▶ **Assigned task**: Please say how many lines in the records below contain the word "fingerprint". Give the number and nothing more.

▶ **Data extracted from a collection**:
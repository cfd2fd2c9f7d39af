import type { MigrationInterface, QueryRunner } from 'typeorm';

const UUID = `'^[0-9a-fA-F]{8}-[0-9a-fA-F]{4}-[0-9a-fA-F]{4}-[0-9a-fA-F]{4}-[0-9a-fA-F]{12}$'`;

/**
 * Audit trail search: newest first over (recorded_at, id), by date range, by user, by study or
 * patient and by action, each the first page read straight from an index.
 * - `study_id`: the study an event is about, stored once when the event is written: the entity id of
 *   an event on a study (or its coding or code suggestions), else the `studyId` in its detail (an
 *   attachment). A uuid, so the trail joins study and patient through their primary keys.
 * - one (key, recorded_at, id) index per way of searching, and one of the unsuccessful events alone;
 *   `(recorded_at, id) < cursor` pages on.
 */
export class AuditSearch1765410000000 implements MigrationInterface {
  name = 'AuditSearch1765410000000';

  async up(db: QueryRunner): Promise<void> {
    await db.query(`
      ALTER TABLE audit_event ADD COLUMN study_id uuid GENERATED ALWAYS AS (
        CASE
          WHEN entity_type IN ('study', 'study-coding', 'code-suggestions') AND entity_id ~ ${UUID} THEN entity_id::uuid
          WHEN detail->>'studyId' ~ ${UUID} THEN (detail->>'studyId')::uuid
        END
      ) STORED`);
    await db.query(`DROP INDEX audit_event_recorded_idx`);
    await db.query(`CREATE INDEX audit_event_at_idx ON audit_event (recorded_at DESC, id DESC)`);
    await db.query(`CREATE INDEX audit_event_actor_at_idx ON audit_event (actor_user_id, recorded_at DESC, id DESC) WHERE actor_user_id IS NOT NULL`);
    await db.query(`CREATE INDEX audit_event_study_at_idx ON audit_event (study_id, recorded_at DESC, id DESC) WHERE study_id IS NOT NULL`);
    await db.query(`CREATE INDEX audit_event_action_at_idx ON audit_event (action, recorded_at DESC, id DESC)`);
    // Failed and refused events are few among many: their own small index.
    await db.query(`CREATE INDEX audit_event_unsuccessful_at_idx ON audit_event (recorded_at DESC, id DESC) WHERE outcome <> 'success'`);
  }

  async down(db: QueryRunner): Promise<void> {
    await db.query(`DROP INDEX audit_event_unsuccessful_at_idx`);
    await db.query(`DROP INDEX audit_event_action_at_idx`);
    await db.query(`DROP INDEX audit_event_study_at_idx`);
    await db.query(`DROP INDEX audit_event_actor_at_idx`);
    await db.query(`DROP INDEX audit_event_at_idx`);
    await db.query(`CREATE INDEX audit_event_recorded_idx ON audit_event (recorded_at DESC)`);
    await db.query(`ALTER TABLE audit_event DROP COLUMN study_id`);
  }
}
* * *
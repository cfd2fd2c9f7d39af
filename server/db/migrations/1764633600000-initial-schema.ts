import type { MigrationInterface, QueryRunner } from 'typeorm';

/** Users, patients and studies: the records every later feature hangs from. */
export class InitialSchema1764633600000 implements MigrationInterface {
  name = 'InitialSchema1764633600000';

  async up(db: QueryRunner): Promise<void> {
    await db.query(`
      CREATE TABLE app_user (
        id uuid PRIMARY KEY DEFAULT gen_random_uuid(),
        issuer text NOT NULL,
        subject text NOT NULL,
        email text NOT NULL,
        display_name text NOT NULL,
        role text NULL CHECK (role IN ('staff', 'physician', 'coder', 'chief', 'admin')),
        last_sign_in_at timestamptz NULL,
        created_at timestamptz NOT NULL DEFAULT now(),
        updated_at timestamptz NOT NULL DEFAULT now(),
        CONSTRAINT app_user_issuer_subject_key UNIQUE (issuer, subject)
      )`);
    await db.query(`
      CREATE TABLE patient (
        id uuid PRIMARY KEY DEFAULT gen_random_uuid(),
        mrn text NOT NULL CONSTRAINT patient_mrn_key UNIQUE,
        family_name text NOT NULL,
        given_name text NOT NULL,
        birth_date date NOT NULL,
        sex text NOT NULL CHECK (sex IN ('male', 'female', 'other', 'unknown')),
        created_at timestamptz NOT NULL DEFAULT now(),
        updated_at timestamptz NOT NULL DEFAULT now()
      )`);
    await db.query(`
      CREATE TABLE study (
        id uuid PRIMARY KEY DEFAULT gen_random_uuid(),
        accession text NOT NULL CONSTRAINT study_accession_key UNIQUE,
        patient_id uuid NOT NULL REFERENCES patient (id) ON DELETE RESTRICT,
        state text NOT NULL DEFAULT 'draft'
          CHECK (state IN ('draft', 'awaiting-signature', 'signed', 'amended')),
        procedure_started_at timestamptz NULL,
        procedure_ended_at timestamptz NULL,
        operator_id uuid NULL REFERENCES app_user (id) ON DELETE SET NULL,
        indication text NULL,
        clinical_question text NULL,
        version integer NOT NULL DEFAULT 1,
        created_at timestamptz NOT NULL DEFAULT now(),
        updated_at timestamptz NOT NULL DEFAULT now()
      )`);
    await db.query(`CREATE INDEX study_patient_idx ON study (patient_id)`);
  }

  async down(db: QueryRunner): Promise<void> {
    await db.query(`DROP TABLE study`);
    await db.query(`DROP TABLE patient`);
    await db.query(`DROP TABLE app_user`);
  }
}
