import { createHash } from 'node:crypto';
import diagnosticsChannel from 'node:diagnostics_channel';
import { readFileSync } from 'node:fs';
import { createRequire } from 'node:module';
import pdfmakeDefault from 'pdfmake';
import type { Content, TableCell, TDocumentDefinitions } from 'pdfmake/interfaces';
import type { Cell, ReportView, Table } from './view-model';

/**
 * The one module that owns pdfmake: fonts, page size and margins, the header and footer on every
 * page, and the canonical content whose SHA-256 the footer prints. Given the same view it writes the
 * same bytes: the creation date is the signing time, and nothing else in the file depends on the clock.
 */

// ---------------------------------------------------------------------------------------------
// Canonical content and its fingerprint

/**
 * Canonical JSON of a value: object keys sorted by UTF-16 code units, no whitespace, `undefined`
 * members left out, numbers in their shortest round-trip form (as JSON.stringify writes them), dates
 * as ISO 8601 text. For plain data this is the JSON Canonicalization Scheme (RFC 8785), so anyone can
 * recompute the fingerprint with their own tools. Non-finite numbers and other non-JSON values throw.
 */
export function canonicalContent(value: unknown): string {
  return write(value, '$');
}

▶ **Solution to the problem**: 2